[Stored data entries]
= Beginning of Section =
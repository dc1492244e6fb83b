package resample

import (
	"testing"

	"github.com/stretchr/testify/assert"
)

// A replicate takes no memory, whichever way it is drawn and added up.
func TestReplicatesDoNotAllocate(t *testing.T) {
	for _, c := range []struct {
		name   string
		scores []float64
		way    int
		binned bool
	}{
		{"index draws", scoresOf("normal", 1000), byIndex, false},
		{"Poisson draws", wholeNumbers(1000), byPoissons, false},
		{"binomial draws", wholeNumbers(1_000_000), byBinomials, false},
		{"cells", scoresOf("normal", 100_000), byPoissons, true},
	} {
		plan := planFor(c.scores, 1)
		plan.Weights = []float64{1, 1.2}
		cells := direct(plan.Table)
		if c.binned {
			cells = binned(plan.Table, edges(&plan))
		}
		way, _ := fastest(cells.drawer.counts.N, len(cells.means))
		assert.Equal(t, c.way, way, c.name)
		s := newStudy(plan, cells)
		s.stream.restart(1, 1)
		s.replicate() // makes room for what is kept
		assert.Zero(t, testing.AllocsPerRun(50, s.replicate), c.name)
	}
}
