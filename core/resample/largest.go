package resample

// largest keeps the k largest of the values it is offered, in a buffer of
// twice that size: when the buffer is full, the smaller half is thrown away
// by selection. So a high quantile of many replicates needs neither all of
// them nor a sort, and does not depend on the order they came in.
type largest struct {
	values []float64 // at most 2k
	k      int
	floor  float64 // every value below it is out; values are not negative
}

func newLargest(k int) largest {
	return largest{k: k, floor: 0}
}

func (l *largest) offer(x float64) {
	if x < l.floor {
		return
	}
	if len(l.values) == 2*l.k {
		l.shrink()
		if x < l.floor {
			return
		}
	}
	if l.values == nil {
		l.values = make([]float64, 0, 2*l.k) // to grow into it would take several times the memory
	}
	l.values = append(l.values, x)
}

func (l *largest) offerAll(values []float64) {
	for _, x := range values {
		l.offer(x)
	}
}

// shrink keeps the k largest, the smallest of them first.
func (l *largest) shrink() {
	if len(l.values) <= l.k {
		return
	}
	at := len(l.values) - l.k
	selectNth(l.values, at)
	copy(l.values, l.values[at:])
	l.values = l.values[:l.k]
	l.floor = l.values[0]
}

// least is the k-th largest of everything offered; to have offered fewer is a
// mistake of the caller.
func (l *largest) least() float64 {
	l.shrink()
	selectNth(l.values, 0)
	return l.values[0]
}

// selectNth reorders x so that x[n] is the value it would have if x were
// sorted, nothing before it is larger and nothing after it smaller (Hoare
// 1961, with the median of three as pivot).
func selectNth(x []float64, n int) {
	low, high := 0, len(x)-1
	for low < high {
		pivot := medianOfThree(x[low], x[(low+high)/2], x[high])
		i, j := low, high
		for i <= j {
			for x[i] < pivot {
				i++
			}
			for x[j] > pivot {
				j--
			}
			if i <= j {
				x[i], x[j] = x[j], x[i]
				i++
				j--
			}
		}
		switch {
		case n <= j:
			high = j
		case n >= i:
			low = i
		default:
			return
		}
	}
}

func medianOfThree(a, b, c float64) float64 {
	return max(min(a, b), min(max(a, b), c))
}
= End of Section =
# PROBLEM
Each record above must be given again exactly.

# ANSWER AREA
repository dc1492244e6fb83b
package resample

import (
	"testing"

	"github.com/stretchr/testify/assert"
)

// A replicate takes no memory, whichever way it is drawn and added up.
func TestReplicatesDoNotAllocate(t *testing.T) {
	for _, c := range []struct {
		name   string
		scores []float64
		way    int
		binned bool
	}{
		{"index draws", scoresOf("normal", 1000), byIndex, false},
		{"Poisson draws", wholeNumbers(1000), byPoissons, false},
		{"binomial draws", wholeNumbers(1_000_000), byBinomials, false},
		{"cells", scoresOf("normal", 100_000), byPoissons, true},
	} {
		plan := planFor(c.scores, 1)
		plan.Weights = []float64{1, 1.2}
		cells := direct(plan.Table)
		if c.binned {
			cells = binned(plan.Table, edges(&plan))
		}
		way, _ := fastest(cells.drawer.counts.N, len(cells.means))
		assert.Equal(t, c.way, way, c.name)
		s := newStudy(plan, cells)
		s.stream.restart(1, 1)
		s.replicate() // makes room for what is kept
		assert.Zero(t, testing.AllocsPerRun(50, s.replicate), c.name)
	}
}
filename core/resample/largest.go
package resample

// largest keeps the k largest of the values it is offered, in a buffer of
// twice that size: when the buffer is full, the smaller half is thrown away
// by selection. So a high quantile of many replicates needs neither all of
// them nor a sort, and does not depend on the order they came in.
type largest struct {
	values []float64 // at most 2k
	k      int
	floor  float64 // every value below it is out; values are not negative
}

func newLargest(k int) largest {
	return largest{k: k, floor: 0}
}

func (l *largest) offer(x float64) {
	if x < l.floor {
		return
	}
	if len(l.values) == 2*l.k {
		l.shrink()
		if x < l.floor {
			return
		}
	}
	if l.values == nil {
		l.values = make([]float64, 0, 2*l.k) // to grow into it would take several times the memory
	}
	l.values = append(l.values, x)
}

func (l *largest) offerAll(values []float64) {
	for _, x := range values {
		l.offer(x)
	}
}

// shrink keeps the k largest, the smallest of them first.
func (l *largest) shrink() {
	if len(l.values) <= l.k {
		return
	}
	at := len(l.values) - l.k
	selectNth(l.values, at)
	copy(l.values, l.values[at:])
	l.values = l.values[:l.k]
	l.floor = l.values[0]
}

// least is the k-th largest of everything offered; to have offered fewer is a
// mistake of the caller.
func (l *largest) least() float64 {
	l.shrink()
	selectNth(l.values, 0)
	return l.values[0]
}

// selectNth reorders x so that x[n] is the value it would have if x were
// sorted, nothing before it is larger and nothing after it smaller (Hoare
// 1961, with the median of three as pivot).
func selectNth(x []float64, n int) {
	low, high := 0, len(x)-1
	for low < high {
		pivot := medianOfThree(x[low], x[(low+high)/2], x[high])
		i, j := low, high
		for i <= j {
			for x[i] < pivot {
				i++
			}
			for x[j] > pivot {
				j--
			}
			if i <= j {
				x[i], x[j] = x[j], x[i]
				i++
				j--
			}
		}
		switch {
		case n <= j:
			high = j
		case n >= i:
			low = i
		default:
			return
		}
	}
}

func medianOfThree(a, b, c float64) float64 {
	return max(min(a, b), min(max(a, b), c))
}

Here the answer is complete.